(PROMPT):
Transcribe the records word for word, beginning with the first line and ending with the line that contains "import lamella.api.fit.FitSettings;"; include nothing else.

━━ DATA SHOWN

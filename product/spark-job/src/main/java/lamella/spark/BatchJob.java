package lamella.spark;

import java.io.IOException;
import java.io.PrintStream;
import java.io.Serializable;
import java.io.UncheckedIOException;
import java.nio.file.Path;
import java.util.ArrayList;
import java.util.Comparator;
import java.util.List;
import java.util.Locale;
import java.util.stream.IntStream;
import lamella.api.AtomicText;
import lamella.api.FileProblems;
import lamella.api.InputException;
import lamella.api.OwnInputs;
import lamella.api.fit.FitSettings;
import lamella.cli.BatchCommand;
import lamella.cli.BatchManifest;
import lamella.cli.BatchRun;
import lamella.materials.PlainLibraries;
import org.apache.spark.SparkException;
import org.apache.spark.TaskContext;
import org.apache.spark.api.java.JavaSparkContext;
import org.apache.spark.sql.SparkSession;

/**
 * The batch command as a Spark application: the driver reads the manifest or folder and refuses an output that is an
 * input, exactly as the runtime's command does; Spark gets one element per case (its index), and each task does what
 * the local command does for that case ({@link BatchRun#one}: the result read back when one of the same inputs is
 * there, else fitted on one thread and written); the driver then writes results.csv in the cases' order. A killed
 * or failed run resumes from the results already written. Files must be on a file system every executor sees.
 */
final class BatchJob {

    private BatchJob() {
    }

    /** One case done, with its index in the manifest. */
    record CaseDone(int index, BatchRun.Case result, double seconds) implements Serializable {
    }

    static int run(SparkSession spark, Path input, Path out, int partitions, JobSettings settings, PrintStream stdout,
                   PrintStream err) {
        List<BatchManifest.Entry> entries;
        try {
            entries = BatchManifest.read(input);
        } catch (InputException e) {
            err.println("lamella batch: " + e.getMessage());
            return SparkMain.BAD_INPUT;
        }
        List<Path> libraryFiles = new ArrayList<>();
        PlainLibraries.configuredFolders(settings.facility(), settings.user(), Path.of(settings.base()),
                Path.of(settings.home())).forEach(f -> libraryFiles.addAll(OwnInputs.ofLibraryFolder(f)));
        String refused = BatchCommand.refusal(input, out, entries, libraryFiles);
        if (refused != null) {
            err.println(refused);
            return SparkMain.BAD_INPUT;
        }
        long t0 = System.nanoTime();
        List<CaseDone> done;
        try {
            BatchRun.clearPartials(out);
            done = fitAll(spark, input, out, entries.size(), partitions, settings, err);
            done.sort(Comparator.comparingInt(CaseDone::index));
            List<List<BatchRun.Row>> rows = new ArrayList<>();
            done.forEach(d -> rows.add(d.result().rows()));
            AtomicText.write(out.resolve(BatchRun.TABLE), BatchRun.table(rows));
        } catch (IOException e) {
            err.println("lamella batch: cannot write into " + out + ": " + FileProblems.reason(e));
            return SparkMain.FAILED;
        } catch (UncheckedIOException e) {
            err.println("lamella batch: cannot write into " + out + ": " + FileProblems.reason(e.getCause()));
            return SparkMain.FAILED;
        } catch (SparkException e) {
            err.println("lamella batch: the Spark job failed: " + SparkMain.firstLine(e) + "\nthe cases done are kept"
                    + " in " + out.resolve("results") + "; the same command again fits only the rest");
            return SparkMain.FAILED;
        }
        int fitted = 0;
        int before = 0;
        int failed = 0;
        for (CaseDone d : done) {
            BatchManifest.Entry e = entries.get(d.index());
            err.printf(Locale.ROOT, "batch %d/%d %s: %s (%s)%n", d.index() + 1, entries.size(), e.name(),
                    d.result().said(), BatchRun.duration(d.seconds()));
            switch (d.result().status()) {
                case FITTED -> fitted++;
                case DONE_BEFORE -> before++;
                case FAILED -> failed++;
            }
        }
        double seconds = (System.nanoTime() - t0) * 1e-9;
        stdout.printf(Locale.ROOT, "%d cases: %d fitted, %d already done, %d failed (%s on Spark %s, %s)%n",
                entries.size(), fitted, before, failed, BatchRun.duration(seconds), spark.version(),
                spark.sparkContext().master());
        stdout.println("results: " + out.resolve(BatchRun.TABLE));
        return failed > 0 ? SparkMain.FAILED : SparkMain.OK;
    }

    private static List<CaseDone> fitAll(SparkSession spark, Path input, Path out, int cases, int partitions,
                                         JobSettings settings, PrintStream err) throws SparkException {
        if (cases == 0) {
            return new ArrayList<>();
        }
        JavaSparkContext jsc = JavaSparkContext.fromSparkContext(spark.sparkContext());
        int slices = partitions > 0 ? partitions : Math.max(1, Math.min(cases, 4 * jsc.defaultParallelism()));
        MapJob.Progress progress = new MapJob.Progress(err, slices, 0, "batch");
        spark.sparkContext().addSparkListener(progress);
        String manifest = input.toString();
        String folder = out.toString();
        try {
            return new ArrayList<>(jsc.parallelize(IntStream.range(0, cases).boxed().toList(), slices)
                    .map(i -> fitCase(i, manifest, folder, settings)).collect());
        } catch (Exception e) {
            // Spark throws its checked SparkException without declaring it.
            if (e instanceof SparkException s) {
                throw s;
            }
            throw e;
        } finally {
            spark.sparkContext().removeSparkListener(progress);
        }
    }

    /** Runs in a task: one case as the local command does it, its fit on this task's thread. */
    static CaseDone fitCase(int index, String manifest, String out, JobSettings settings) throws Exception {
        TaskContext context = TaskContext.get();
        if (index == settings.failTask() && context != null && context.attemptNumber() == 0) {
            throw new IllegalStateException("fault injected into the first attempt of case " + index);
        }
        long t0 = System.nanoTime();
        // A small file, read by each task rather than shipped: its entries hold paths of this file system.
        List<BatchManifest.Entry> entries;
        try {
            entries = BatchManifest.read(Path.of(manifest));
        } catch (InputException e) {
            throw new IllegalStateException("the manifest changed while the job ran: " + e.getMessage(), e);
        }
        JobModels models = JobModels.of(settings);
        BatchRun.Case c = BatchRun.one(entries.get(index), models.reader, models.fitter,
                FitSettings.defaults().withThreads(1), Path.of(out));
        return new CaseDone(index, c, (System.nanoTime() - t0) * 1e-9);
    }
}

━━━━

(OUTPUT OF THE TASK):
filename product/spark-job/src/main/java/lamella/spark/BatchJob.java
package lamella.spark;

import java.io.IOException;
import java.io.PrintStream;
import java.io.Serializable;
import java.io.UncheckedIOException;
import java.nio.file.Path;
import java.util.ArrayList;
import java.util.Comparator;
import java.util.List;
import java.util.Locale;
import java.util.stream.IntStream;
import lamella.api.AtomicText;
import lamella.api.FileProblems;
import lamella.api.InputException;
import lamella.api.OwnInputs;
import lamella.api.fit.FitSettings;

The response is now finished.